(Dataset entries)
"""Files written by the simulated camera: TIFF layout, manifest, and consistency with the truth."""

from __future__ import annotations

import json

import numpy as np
import pytest
import tifffile
from skimage.registration import phase_cross_correlation

from volrecon import PSFModel
from volrecon.errors import ConfigError, InputFileError, ShapeError
from volrecon.simulate import (
    Camera,
    MicroscopeDesign,
    expected_photons,
    read_scenario,
    record_bead_scan,
    record_video,
    write_hydrogel_scenario,
    write_tiff,
)

SMALL = MicroscopeDesign(shape_yx=(64, 64), pupil_radius_um=100.0, wavelength_samples=2)


def _read(path):
    with tifffile.TiffFile(path) as tf:
        series = tf.series[0]
        return series.asarray(), series.axes, tf.shaped_metadata[0], len(tf.pages)


@pytest.mark.parametrize(("axes", "shape"), [("YX", (5, 7)), ("TYX", (3, 5, 7)),
                                             ("ZYX", (2, 5, 7)), ("TZYX", (2, 3, 5, 7))])
def test_write_tiff_reads_back_with_tifffile(tmp_path, rng, axes, shape):
    data = rng.integers(0, 65535, size=shape, dtype=np.uint16)
    path = tmp_path / "x.tif"
    write_tiff(path, data, axes=axes, metadata={"pixel_size_um": 0.5})
    back, found_axes, meta, pages = _read(path)
    assert found_axes == axes and back.dtype == np.uint16
    np.testing.assert_array_equal(back, data)
    assert meta["pixel_size_um"] == 0.5
    assert pages == int(np.prod(shape[:-2]))


def test_write_tiff_rejects_wrong_axes(tmp_path):
    with pytest.raises(ShapeError, match="axes"):
        write_tiff(tmp_path / "x.tif", np.zeros((2, 3, 4), np.uint16), axes="YX")
    with pytest.raises(ShapeError, match="axes"):
        write_tiff(tmp_path / "x.tif", np.zeros((2, 3, 4), np.uint16), axes="YXT")


def test_default_scenario_writes_what_a_camera_would(tmp_path):
    s = write_hydrogel_scenario(tmp_path / "run", rng=0, workers=2)
    z, y, x = s.shape_zyx
    assert (z, y, x) == (16, 128, 128) and s.n_frames == 40
    video, axes, meta, pages = _read(s.files["video"])
    assert video.shape == (40, 128, 128) and video.dtype == np.uint16 and axes == "TYX"
    assert pages == 40 and meta["frame_interval_s"] == s.frame_interval_s
    assert meta["pixel_size_um"] == pytest.approx(s.pixel_size_um)
    scan, axes, meta, _ = _read(s.files["psf_scan"])
    assert scan.shape == (16, 128, 128) and scan.dtype == np.uint16 and axes == "ZYX"
    assert meta["depth_step_um"] == 2.0 and meta["depth_start_um"] == -15.0
    dark, axes, _, _ = _read(s.files["dark"])
    assert dark.dtype == np.uint16 and axes == "TYX" and dark.shape[1:] == (128, 128)
    truth = np.load(s.files["truth_volumes"], allow_pickle=False)
    assert truth.shape == (40, 16, 128, 128) and truth.dtype == np.float32
    positions = np.load(s.files["truth_positions"], allow_pickle=False)
    assert positions.shape == (40, s.n_beads, 3)
    assert np.all(positions >= 0) and np.all(positions <= np.array([15, 127, 127]))
    # The video is not saturated and carries signal well above the read noise.
    assert video.max() < s.camera.max_adu and video.mean() > s.camera.offset_adu + 10


def test_video_mean_matches_the_camera_model_of_the_truth(tmp_path):
    """Mean counts = offset + K (eta mu_p + dark): EMVA 1288's linear model, over all pixels."""
    camera = Camera(hot_pixel_fraction=0.0)
    s = write_hydrogel_scenario(tmp_path, rng=1, design=SMALL, camera=camera, n_frames=6,
                                n_planes=4, workers=1)
    video = tifffile.imread(s.files["video"]).astype(np.float64)
    photons = np.load(s.files["truth_frames_photons"])
    expected = camera.expected_adu(photons)
    variance = camera.gain_adu_per_electron**2 * (
        camera.quantum_efficiency * photons + camera.read_noise_electrons**2) + 1 / 12
    # The mean residual over N pixels has standard error sqrt(mean variance / N); allow 5.
    n = video.size
    assert abs((video - expected).mean()) < 5 * np.sqrt(variance.mean() / n)
    # Normalised residuals have unit variance (Poisson + Gaussian model is complete).
    assert np.var((video - expected) / np.sqrt(variance)) == pytest.approx(1.0, abs=0.03)
    # The noise-free photons are the model applied to the truth volumes (files agree).
    model = PSFModel.from_stack(np.load(s.files["truth_psf"]), s.depth_step_um, s.pixel_size_um)
    again = expected_photons(np.load(s.files["truth_volumes"]), model,
                             background_photons=s.background_photons)
    np.testing.assert_allclose(again, photons, rtol=1e-4, atol=1e-3)


def test_psf_scan_is_the_truth_psf_shifted_by_the_bead_offset(tmp_path):
    """Known truth: the scan bead sat at `bead_offset_yx_um`; the pattern moves by it.

    Reference estimator: skimage.registration.phase_cross_correlation (upsampled).
    """
    s = write_hydrogel_scenario(tmp_path, rng=2, design=SMALL, n_frames=2, n_planes=4,
                                workers=1)
    scan = tifffile.imread(s.files["psf_scan"]).astype(np.float64)
    dark = tifffile.imread(s.files["dark"]).astype(np.float64).mean(axis=0)
    truth = np.load(s.files["truth_psf"])
    expected = np.asarray(s.bead_offset_yx_um) / s.pixel_size_um  # pixels on the sensor
    assert np.abs(expected).max() > 0.5  # the scan really is off centre
    for plane_scan, plane_truth in zip(scan - dark, truth, strict=True):
        shift, _, _ = phase_cross_correlation(plane_scan, plane_truth, upsample_factor=20)
        # 0.15 pixel: shot noise on a bright scan; the estimator's own step is 0.05 pixel.
        np.testing.assert_allclose(shift, expected, atol=0.15)
    # Offset subtracted, the scan is the truth PSF times the detected photons.
    detected = s.psf_scan_camera.gain_adu_per_electron * s.psf_scan_camera.quantum_efficiency
    assert scan.max() > 100 + 50 * detected


def test_scenario_manifest_round_trip_and_reproducibility(tmp_path):
    a = write_hydrogel_scenario(tmp_path / "a", rng=3, design=SMALL, n_frames=2, n_planes=2,
                                workers=1)
    b = write_hydrogel_scenario(tmp_path / "b", rng=3, design=SMALL, n_frames=2, n_planes=2,
                                workers=1)
    assert read_scenario(tmp_path / "a") == a
    manifest = json.loads(a.files["manifest"].read_text())
    assert manifest["files"]["video"] == "video.tif" and manifest["seed"] == 3
    np.testing.assert_array_equal(tifffile.imread(a.files["video"]),
                                  tifffile.imread(b.files["video"]))
    np.testing.assert_array_equal(tifffile.imread(a.files["psf_scan"]),
                                  tifffile.imread(b.files["psf_scan"]))


def test_read_scenario_errors(tmp_path):
    with pytest.raises(InputFileError, match=r"scenario\.json"):
        read_scenario(tmp_path)
    (tmp_path / "scenario.json").write_text('{"format": "other"}')
    with pytest.raises(InputFileError, match="'format'"):
        read_scenario(tmp_path)
    s = write_hydrogel_scenario(tmp_path / "s", rng=0, design=SMALL, n_frames=1, n_planes=1,
                                workers=1)
    s.files["dark"].unlink()
    with pytest.raises(InputFileError, match=r"dark\.tif"):
        read_scenario(tmp_path / "s")


def test_recording_functions_and_errors(rng):
    psf = np.zeros((2, 16, 16), np.float32)
    psf[:, 8, 8] = 0.5
    model = PSFModel.from_stack(psf, 1.0, 1.0)
    volumes = np.zeros((3, 2, 16, 16), np.float32)
    volumes[:, 1, 4, 5] = 1e4
    camera = Camera(read_noise_electrons=0.0, dark_current_electrons_per_s=0.0)
    frames = record_video(volumes, model, camera, rng=0)
    assert frames.shape == (3, 16, 16) and frames.dtype == np.uint16
    # Known truth: 1e4 photons * 0.5 at (4, 5), detected with eta = 0.8, K = 0.5: 2000 ADU.
    assert abs(frames[:, 4, 5].astype(float).mean() - (100 + 2000)) < 3 * np.sqrt(0.25 * 4000)
    scan = record_bead_scan(psf, camera, bead_photons=100.0, rng=0)
    assert scan.shape == (2, 16, 16) and scan.dtype == np.uint16
    with pytest.raises(ShapeError, match="T, Z, Y, X"):
        expected_photons(volumes[0], model)
    with pytest.raises(ConfigError, match="bead_photons"):
        record_bead_scan(psf, camera, bead_photons=0.0)
    with pytest.raises(ConfigError, match="frame_interval_s"):
        write_hydrogel_scenario("unused", frame_interval_s=0.0)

#### [Task directions]
Beginning with the first line above, could you copy every line exactly, up to and including the one with "from volrecon.errors import"?

#### [Answer space]
"""Files written by the simulated camera: TIFF layout, manifest, and consistency with the truth."""

from __future__ import annotations

import json

import numpy as np
import pytest
import tifffile
from skimage.registration import phase_cross_correlation

from volrecon import PSFModel
from volrecon.errors import ConfigError, InputFileError, ShapeError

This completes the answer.